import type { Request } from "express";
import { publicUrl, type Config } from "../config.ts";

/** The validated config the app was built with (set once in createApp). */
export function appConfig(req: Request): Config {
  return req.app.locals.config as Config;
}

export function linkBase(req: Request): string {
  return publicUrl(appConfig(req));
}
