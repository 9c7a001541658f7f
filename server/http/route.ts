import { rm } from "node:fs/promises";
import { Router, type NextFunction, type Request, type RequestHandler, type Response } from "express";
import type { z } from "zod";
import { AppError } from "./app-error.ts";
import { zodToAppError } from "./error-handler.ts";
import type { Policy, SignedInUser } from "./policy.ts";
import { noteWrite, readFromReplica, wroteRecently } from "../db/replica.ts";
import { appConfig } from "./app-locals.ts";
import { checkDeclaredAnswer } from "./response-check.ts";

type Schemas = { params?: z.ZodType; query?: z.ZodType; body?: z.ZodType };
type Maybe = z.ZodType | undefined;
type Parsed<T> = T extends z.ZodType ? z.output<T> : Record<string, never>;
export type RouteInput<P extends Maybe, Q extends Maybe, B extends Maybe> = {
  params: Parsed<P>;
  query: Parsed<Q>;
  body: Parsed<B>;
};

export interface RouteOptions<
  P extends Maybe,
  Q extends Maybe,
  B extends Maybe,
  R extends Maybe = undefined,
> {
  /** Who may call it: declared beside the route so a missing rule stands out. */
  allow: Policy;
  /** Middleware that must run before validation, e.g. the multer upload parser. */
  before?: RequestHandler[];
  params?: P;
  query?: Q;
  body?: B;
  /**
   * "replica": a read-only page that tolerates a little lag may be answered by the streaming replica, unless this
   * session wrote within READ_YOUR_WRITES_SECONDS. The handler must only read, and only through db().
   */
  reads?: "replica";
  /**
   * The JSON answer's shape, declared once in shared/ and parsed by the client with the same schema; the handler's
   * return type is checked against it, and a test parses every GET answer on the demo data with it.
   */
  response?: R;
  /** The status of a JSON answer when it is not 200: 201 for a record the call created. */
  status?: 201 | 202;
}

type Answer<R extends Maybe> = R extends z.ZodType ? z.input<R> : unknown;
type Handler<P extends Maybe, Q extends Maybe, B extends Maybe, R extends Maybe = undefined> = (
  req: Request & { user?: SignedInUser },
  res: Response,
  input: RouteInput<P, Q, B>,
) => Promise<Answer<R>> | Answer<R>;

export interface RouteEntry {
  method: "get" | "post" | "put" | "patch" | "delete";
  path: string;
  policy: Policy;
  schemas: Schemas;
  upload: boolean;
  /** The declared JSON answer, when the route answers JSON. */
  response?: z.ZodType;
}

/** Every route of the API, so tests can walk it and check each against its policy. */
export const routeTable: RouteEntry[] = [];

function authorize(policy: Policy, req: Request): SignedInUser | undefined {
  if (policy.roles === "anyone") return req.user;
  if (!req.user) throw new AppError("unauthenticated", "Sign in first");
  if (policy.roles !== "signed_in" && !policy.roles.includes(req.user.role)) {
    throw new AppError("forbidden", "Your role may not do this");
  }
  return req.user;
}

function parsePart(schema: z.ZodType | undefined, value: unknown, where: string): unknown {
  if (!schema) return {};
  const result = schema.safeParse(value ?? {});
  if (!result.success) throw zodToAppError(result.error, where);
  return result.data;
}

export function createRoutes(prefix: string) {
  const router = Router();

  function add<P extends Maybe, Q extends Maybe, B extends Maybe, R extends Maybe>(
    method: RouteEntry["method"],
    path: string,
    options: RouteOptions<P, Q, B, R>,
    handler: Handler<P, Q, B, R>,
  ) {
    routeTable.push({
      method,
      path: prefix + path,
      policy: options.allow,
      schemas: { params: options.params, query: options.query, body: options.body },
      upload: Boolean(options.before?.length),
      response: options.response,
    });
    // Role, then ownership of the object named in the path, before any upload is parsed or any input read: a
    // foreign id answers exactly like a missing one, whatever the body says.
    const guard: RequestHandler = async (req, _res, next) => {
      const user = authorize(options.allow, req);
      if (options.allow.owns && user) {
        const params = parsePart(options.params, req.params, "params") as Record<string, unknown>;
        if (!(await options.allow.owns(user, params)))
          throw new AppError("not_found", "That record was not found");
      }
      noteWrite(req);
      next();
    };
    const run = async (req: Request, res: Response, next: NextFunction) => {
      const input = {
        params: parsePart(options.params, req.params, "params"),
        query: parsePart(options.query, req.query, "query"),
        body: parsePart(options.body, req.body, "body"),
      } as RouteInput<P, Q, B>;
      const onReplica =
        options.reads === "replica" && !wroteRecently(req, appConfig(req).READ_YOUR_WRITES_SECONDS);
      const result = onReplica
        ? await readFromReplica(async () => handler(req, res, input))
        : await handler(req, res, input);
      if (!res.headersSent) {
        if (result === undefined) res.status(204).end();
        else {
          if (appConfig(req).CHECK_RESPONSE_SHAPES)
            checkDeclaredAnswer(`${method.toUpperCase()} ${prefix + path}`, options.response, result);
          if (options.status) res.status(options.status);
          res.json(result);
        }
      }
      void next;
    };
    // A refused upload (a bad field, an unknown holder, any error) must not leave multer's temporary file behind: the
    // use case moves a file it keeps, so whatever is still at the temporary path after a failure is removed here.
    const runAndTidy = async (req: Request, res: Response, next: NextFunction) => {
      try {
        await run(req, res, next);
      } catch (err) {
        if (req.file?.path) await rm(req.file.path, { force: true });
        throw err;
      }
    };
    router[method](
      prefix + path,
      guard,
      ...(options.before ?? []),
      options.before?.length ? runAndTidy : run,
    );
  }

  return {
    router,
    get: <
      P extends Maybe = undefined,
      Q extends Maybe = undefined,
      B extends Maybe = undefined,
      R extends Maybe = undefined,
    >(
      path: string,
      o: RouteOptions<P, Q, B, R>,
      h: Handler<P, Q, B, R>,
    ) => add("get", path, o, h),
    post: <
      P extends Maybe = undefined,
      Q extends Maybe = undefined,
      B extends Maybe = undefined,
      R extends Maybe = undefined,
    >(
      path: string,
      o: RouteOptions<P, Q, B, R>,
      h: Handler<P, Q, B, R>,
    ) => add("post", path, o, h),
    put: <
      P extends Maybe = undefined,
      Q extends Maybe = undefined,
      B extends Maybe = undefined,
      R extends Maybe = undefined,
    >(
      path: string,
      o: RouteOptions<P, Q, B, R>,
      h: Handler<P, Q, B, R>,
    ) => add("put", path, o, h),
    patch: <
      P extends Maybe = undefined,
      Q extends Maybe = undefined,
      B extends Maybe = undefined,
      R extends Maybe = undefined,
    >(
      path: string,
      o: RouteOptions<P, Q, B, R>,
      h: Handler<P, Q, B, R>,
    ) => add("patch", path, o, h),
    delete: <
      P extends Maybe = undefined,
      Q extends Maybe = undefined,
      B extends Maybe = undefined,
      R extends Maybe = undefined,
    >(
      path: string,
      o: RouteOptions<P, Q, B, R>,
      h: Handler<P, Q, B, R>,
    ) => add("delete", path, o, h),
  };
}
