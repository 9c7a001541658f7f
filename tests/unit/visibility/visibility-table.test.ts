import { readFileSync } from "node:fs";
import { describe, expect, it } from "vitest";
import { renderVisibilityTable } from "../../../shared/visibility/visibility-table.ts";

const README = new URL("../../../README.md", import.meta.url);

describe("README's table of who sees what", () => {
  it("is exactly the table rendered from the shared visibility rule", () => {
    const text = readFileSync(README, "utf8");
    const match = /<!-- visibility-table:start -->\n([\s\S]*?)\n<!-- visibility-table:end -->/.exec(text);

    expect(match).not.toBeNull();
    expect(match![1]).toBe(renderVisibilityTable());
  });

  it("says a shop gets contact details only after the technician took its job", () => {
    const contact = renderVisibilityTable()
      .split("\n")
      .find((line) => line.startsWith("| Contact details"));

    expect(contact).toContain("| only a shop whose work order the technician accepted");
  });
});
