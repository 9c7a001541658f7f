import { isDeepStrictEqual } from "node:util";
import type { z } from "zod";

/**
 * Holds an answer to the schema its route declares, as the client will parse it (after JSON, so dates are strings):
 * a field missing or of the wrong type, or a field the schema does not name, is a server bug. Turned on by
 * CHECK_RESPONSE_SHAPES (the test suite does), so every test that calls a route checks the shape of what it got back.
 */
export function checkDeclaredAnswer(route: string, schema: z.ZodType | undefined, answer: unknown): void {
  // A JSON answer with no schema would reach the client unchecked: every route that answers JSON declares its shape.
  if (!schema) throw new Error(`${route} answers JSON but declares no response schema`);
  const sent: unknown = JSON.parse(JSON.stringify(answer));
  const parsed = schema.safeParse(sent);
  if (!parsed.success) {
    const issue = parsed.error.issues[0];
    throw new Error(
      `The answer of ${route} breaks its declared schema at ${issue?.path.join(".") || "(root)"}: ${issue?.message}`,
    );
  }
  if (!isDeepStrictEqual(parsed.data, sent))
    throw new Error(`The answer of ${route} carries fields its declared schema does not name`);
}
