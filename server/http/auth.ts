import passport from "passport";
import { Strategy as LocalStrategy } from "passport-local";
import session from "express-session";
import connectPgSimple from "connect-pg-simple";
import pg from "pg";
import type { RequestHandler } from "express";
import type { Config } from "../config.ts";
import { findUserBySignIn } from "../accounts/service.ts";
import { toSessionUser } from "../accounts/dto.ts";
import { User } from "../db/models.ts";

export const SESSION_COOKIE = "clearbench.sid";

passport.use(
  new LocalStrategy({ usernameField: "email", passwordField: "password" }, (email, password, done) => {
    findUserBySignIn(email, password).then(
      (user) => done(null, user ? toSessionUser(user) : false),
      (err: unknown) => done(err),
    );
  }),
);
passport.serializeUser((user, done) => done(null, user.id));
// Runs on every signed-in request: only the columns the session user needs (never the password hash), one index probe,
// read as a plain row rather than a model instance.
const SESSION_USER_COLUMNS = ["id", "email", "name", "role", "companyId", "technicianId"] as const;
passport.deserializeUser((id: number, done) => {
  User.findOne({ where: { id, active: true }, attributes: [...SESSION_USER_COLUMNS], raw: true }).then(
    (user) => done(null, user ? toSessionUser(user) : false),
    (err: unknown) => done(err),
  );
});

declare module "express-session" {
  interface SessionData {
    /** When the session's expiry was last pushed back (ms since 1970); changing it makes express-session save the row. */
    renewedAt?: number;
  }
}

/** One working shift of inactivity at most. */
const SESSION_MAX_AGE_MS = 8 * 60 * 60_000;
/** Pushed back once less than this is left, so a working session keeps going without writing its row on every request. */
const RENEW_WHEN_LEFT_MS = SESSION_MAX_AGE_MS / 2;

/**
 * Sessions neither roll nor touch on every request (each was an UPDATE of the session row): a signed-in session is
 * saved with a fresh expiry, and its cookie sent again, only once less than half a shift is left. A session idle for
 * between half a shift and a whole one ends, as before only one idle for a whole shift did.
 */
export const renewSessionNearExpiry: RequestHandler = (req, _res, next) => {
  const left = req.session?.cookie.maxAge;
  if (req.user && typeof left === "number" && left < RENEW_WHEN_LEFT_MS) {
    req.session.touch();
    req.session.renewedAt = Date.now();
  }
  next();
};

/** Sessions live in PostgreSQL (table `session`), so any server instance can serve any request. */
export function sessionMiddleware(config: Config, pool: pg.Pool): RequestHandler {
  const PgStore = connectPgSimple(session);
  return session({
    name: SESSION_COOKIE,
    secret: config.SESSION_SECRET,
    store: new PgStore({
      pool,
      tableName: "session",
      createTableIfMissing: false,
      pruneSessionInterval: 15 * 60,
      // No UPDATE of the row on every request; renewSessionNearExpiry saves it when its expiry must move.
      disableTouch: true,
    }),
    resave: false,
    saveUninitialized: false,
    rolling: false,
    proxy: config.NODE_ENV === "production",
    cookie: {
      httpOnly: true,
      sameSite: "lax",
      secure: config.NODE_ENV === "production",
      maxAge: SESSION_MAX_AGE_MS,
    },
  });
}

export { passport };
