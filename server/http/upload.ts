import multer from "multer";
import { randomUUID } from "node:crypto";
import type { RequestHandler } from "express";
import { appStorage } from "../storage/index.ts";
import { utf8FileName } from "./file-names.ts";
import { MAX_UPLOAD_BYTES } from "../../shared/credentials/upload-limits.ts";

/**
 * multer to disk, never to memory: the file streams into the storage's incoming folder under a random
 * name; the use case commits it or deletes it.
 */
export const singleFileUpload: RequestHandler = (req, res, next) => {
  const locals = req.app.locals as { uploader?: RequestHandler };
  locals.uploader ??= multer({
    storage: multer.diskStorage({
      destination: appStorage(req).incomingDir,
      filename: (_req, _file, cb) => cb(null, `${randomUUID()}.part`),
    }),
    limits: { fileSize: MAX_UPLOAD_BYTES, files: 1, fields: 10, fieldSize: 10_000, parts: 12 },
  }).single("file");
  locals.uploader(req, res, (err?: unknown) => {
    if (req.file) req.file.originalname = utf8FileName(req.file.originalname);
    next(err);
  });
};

____

▶ TASK DESCRIPTION: Copy every line in the entries above that has the string "uploader" in it.

▶ ANSWER FOR THIS EXERCISE:
  const locals = req.app.locals as { uploader?: RequestHandler };
  locals.uploader ??= multer({
  locals.uploader(req, res, (err?: unknown) => {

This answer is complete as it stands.